**Instructions to follow**
Which lines in the data below contain the string "tests"? Show each one.

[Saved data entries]
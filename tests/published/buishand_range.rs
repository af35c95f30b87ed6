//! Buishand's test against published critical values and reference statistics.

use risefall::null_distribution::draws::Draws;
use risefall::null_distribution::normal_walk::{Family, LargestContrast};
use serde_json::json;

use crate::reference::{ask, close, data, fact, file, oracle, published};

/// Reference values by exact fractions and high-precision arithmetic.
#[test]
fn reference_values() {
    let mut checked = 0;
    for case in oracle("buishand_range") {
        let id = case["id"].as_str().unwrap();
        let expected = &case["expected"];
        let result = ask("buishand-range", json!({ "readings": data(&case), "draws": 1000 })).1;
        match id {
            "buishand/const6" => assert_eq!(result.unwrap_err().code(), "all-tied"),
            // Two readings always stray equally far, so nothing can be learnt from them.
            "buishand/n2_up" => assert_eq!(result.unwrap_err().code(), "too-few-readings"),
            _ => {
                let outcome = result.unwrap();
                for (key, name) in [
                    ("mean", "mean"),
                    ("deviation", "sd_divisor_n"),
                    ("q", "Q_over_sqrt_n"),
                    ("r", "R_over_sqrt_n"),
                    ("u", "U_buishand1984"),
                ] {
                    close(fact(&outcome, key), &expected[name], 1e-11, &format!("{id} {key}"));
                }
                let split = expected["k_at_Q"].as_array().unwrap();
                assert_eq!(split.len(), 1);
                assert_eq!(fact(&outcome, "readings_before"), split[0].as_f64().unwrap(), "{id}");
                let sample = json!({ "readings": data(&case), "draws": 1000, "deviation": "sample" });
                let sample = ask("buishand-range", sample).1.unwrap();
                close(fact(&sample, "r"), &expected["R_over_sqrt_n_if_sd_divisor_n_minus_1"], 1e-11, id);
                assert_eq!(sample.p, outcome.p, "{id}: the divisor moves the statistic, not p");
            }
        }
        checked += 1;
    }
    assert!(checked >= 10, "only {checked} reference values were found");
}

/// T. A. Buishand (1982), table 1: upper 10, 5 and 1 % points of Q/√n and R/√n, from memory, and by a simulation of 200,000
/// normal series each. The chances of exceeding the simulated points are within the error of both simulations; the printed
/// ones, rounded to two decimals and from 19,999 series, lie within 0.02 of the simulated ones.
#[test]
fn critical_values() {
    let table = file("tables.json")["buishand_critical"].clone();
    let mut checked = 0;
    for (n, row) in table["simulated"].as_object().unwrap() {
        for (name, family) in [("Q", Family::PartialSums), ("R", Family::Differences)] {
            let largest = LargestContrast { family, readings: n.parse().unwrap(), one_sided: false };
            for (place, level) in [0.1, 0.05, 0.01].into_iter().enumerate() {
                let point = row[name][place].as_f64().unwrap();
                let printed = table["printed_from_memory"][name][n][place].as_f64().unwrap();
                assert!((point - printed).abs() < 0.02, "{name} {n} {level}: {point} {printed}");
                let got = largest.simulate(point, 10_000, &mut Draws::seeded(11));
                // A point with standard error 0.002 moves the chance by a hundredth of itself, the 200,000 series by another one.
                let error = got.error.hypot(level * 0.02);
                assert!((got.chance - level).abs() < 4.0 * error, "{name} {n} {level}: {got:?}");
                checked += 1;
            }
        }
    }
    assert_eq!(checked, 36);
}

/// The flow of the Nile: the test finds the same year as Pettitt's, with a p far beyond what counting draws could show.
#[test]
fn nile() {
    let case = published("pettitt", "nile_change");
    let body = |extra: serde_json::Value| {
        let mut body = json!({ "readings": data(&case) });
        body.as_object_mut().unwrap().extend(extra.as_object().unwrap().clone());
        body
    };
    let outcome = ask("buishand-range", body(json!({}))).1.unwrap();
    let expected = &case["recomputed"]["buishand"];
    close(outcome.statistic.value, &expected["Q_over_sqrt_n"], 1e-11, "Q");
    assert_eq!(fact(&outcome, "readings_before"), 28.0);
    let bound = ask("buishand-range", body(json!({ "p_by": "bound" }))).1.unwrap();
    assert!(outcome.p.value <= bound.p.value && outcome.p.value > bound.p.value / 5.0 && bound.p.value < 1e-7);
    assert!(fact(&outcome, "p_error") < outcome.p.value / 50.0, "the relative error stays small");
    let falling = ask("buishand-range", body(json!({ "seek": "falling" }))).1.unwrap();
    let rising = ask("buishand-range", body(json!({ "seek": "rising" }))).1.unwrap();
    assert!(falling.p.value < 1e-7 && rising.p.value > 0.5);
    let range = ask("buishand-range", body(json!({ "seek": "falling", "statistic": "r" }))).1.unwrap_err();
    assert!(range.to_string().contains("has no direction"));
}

...

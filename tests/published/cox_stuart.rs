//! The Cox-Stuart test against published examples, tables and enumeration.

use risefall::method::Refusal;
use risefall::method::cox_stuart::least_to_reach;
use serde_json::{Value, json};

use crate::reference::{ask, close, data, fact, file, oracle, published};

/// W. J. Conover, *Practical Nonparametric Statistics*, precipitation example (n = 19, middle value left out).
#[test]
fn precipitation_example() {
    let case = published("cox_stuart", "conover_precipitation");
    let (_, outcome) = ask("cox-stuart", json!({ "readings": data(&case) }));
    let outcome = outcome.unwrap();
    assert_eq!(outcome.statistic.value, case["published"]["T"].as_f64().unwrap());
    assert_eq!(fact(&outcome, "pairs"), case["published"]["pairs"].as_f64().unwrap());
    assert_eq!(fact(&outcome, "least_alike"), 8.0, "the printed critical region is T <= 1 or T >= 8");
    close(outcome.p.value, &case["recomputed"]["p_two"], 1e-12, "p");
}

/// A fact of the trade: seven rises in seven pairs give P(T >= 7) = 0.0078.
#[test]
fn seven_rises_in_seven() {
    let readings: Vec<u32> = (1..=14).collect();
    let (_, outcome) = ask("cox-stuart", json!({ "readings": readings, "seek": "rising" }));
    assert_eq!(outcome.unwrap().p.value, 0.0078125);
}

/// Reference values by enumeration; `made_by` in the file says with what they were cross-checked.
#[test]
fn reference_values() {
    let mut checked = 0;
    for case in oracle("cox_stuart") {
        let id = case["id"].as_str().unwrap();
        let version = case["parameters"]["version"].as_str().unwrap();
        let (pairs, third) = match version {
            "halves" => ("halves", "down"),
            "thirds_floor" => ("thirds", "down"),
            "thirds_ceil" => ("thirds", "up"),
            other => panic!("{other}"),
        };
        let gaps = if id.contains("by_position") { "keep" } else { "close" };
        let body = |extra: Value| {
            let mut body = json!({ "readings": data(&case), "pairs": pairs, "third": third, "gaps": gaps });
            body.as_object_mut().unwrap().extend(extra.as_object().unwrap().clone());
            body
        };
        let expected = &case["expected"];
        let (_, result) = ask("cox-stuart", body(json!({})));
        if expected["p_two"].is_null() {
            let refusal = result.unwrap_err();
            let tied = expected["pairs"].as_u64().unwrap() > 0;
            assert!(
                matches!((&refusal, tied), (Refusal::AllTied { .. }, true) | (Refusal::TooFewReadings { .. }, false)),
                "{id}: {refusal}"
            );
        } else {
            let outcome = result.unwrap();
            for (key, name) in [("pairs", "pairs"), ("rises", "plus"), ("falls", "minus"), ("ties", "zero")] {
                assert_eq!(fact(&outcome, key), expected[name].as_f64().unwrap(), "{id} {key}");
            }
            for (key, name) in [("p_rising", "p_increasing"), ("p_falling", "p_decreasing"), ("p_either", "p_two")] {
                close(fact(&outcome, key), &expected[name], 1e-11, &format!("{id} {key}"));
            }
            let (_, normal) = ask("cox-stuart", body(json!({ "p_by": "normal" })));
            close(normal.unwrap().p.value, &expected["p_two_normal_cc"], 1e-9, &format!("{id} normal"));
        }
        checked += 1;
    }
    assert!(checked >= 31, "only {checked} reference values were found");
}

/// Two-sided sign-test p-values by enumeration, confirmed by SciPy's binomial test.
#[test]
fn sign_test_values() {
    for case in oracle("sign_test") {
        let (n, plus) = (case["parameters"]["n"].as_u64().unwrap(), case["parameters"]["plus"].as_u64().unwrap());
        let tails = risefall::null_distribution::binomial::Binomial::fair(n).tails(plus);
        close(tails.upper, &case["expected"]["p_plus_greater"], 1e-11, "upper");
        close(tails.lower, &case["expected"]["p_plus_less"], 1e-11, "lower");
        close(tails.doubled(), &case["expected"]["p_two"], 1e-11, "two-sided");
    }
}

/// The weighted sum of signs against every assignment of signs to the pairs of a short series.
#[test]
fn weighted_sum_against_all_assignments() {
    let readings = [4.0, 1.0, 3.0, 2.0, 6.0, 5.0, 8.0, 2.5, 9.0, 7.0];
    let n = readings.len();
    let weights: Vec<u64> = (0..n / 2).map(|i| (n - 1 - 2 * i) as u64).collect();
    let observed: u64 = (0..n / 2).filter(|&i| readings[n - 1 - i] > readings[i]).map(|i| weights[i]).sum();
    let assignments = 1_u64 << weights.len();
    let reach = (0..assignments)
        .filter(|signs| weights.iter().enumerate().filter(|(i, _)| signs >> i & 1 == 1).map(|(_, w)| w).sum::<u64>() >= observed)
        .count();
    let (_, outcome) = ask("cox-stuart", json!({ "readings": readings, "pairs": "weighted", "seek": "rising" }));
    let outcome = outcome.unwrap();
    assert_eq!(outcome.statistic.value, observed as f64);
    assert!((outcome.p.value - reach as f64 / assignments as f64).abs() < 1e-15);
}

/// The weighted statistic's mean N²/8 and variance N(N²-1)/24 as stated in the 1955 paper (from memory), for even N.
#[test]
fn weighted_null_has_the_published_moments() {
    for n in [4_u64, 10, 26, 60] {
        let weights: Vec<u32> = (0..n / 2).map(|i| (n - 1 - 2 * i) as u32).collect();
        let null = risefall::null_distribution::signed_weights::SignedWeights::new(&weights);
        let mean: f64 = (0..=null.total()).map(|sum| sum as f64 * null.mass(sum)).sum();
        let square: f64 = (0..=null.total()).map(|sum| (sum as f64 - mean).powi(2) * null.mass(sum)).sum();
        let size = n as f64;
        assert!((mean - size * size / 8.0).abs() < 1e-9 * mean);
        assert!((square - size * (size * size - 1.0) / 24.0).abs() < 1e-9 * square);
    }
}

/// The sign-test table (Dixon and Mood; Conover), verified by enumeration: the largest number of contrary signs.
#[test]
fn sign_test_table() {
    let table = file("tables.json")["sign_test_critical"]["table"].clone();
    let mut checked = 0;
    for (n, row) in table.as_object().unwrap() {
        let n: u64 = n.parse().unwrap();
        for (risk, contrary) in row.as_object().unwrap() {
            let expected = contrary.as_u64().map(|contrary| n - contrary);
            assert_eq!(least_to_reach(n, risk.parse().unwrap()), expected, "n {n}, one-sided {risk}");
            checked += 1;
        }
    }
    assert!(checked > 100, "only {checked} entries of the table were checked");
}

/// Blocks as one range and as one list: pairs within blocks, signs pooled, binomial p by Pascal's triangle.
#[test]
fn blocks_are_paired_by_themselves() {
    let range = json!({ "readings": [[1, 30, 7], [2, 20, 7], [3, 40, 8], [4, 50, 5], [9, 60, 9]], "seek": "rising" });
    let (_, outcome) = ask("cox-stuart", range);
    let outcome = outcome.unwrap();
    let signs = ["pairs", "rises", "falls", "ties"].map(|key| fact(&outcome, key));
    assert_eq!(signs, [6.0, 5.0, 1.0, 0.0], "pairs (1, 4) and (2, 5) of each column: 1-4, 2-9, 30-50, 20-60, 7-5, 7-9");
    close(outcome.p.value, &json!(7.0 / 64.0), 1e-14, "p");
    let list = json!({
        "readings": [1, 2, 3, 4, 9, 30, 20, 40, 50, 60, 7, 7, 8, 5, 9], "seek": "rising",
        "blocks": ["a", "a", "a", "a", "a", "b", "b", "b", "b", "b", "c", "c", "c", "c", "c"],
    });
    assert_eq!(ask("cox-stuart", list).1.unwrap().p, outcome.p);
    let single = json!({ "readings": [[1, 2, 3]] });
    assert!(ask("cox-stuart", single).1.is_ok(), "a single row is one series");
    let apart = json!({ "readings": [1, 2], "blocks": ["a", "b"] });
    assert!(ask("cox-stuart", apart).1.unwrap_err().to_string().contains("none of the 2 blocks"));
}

**Exercise response**
filename tests/published/buishand_range.rs
filename tests/published/cox_stuart.rs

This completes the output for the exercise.